Rente weg? Fast 300 Millionen Euro abgeschrieben
Was eher nach einem Finanzierungsmodell für Profis klingt, entpuppte sich für das hessische Versorgungswerk rückblickend als riskantes Investment, wie die Recherchen der Zeitung zeigen. Über eine eigens gegründete Zweckgesellschaft namens „Collect“ wurden verbrieften Immobilienfinanzierungen gebündelt – darunter auch Projekte mittlerweile insolventer Entwickler wie der Gerch Group, Development Partner oder Eyemaxx, schreibt das Handelsblatt.

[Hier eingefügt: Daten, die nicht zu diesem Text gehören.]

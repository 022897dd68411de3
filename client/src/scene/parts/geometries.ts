import {
  BufferAttribute,
  Color,
  InstancedBufferAttribute,
  InstancedBufferGeometry,
  InstancedInterleavedBuffer,
  InterleavedBufferAttribute,
  PlaneGeometry,
  type BufferGeometry,
} from 'three';

import type { RibbonBatch, SphereBatch, StrutBatch } from '../model/drawing.ts';
import { parseHex } from '../model/colours.ts';

/** A colour in display values, as the shaders expect them (no conversion to linear light). */
export function displayColour(hex: string): Color {
  const [red, green, blue] = parseHex(hex);
  return new Color(red / 255, green / 255, blue / 255);
}

function coloursOf(
  indices: Uint8Array,
  palette: readonly string[],
  first: number,
  stride: number,
  count: number,
): InstancedBufferAttribute {
  const parsed = palette.map(parseHex);
  const colours = new Uint8Array(count * 3);
  for (let at = 0; at < count; at += 1) {
    colours.set(parsed[indices[at * stride + first]!] ?? [128, 128, 128], at * 3);
  }
  return new InstancedBufferAttribute(colours, 3, true);
}

/** One disc per ball. */
export function sphereGeometry(
  batch: SphereBatch,
  palette: readonly string[],
): InstancedBufferGeometry {
  const geometry = new InstancedBufferGeometry();
  const square = new PlaneGeometry(2, 2);
  geometry.setAttribute('position', square.getAttribute('position'));
  geometry.setIndex(square.getIndex());
  geometry.setAttribute('centre', new InstancedBufferAttribute(batch.centresA, 3));
  geometry.setAttribute('radius', new InstancedBufferAttribute(batch.radiiA, 1));
  geometry.setAttribute('colour', coloursOf(batch.colours, palette, 0, 1, batch.count));
  geometry.setAttribute('sign', new InstancedBufferAttribute(Float32Array.from(batch.signs), 1));
  geometry.instanceCount = batch.count;
  return geometry;
}

function setEnds(geometry: InstancedBufferGeometry, endsA: Float32Array): void {
  const ends = new InstancedInterleavedBuffer(endsA, 6);
  geometry.setAttribute('start', new InterleavedBufferAttribute(ends, 3, 0));
  geometry.setAttribute('finish', new InterleavedBufferAttribute(ends, 3, 3));
}

const roundSteps = 16;
const lengthSteps = 8;

/** A tube around z from 0 to 1: x and y are the direction outward, z the share of the length. */
function tubeInto(geometry: BufferGeometry): void {
  const points: number[] = [];
  const index: number[] = [];
  for (let along = 0; along <= lengthSteps; along += 1) {
    for (let round = 0; round < roundSteps; round += 1) {
      const angle = (round / roundSteps) * 2 * Math.PI;
      points.push(Math.cos(angle), Math.sin(angle), along / lengthSteps);
      if (along < lengthSteps) {
        const here = along * roundSteps + round;
        const next = along * roundSteps + ((round + 1) % roundSteps);
        index.push(here, here + roundSteps, next, next, here + roundSteps, next + roundSteps);
      }
    }
  }
  geometry.setAttribute('position', new BufferAttribute(Float32Array.from(points), 3));
  geometry.setIndex(index);
}

export function strutGeometry(
  batch: StrutBatch,
  palette: readonly string[],
): InstancedBufferGeometry {
  const geometry = new InstancedBufferGeometry();
  tubeInto(geometry);
  setEnds(geometry, batch.endsA);
  geometry.setAttribute('startColour', coloursOf(batch.colours, palette, 0, 2, batch.count));
  geometry.setAttribute('finishColour', coloursOf(batch.colours, palette, 1, 2, batch.count));
  geometry.instanceCount = batch.count;
  return geometry;
}

/** One strip per line: x runs from 0 to 1 along it, y from −1 to 1 across. */
export function ribbonGeometry(batch: RibbonBatch): InstancedBufferGeometry {
  const geometry = new InstancedBufferGeometry();
  const corners = Float32Array.from([0, -1, 0, 1, -1, 0, 1, 1, 0, 0, 1, 0]);
  geometry.setAttribute('position', new BufferAttribute(corners, 3));
  geometry.setIndex([0, 1, 2, 0, 2, 3]);
  setEnds(geometry, batch.endsA);
  geometry.instanceCount = batch.count;
  return geometry;
}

Im Ergebnis musste das Versorgungswerk im Jahr 2023 außerplanmäßige Abschreibungen in Höhe von knapp 300 Millionen Euro vornehmen – laut Bericht rund 256,6 Millionen Euro davon allein auf Wertpapiere, die über „Collect“ liefen. Der Bilanzverlust betrug demnach 47,4 Millionen Euro – das zweite Mal in über 50 Jahren, dass das Werk ein Jahr negativ abschloss.
Wie das Handelsblatt schreibt, sei das Problem nicht ausgestanden: Auch für 2024 werden weitere Abschreibungen erwartet, wie das Versorgungswerk selbst der Zeitung bestätigte. Zwar heißt es, diese könnten durch andere Anlagen ausgeglichen werden – ob das jedoch dauerhaft gelingt, ist zum derzeitigen Stand noch offen.
Was bedeutet das jetzt für Rentnerinnen und Rentner? Auch wenn keine sofortigen Rentenkürzungen angekündigt wurden, ist klar: Versorgungswerke sind nicht verpflichtet, feste Rentenzusagen zu garantieren. Verluste können theoretisch über Rentenanpassungen, Beitragserhöhungen oder Leistungskürzungen ausgeglichen werden. Eine Anpassung der Renten erfolgt nicht automatisch wie bei der gesetzlichen Rente, sondern je nach Satzung des jeweiligen Versorgungswerks – oft liegt sie bei null bis einem Prozent jährlich, was unterhalb der Inflation liegt, erläutert merkur.de in einem Beitrag.
Wie das Versorgungswerk mit den Verlusten umgeht, wird daher entscheidend dafür sein, ob und wie stark es zu Rentenkürzungen kommt. Zumindest wurde Anfang 2024 die eigene Anlagepolitik überarbeitet, neue Verträge für Mezzanine-Finanzierungen werden nicht mehr abgeschlossen, heißt es im Handelsblatt-Bericht.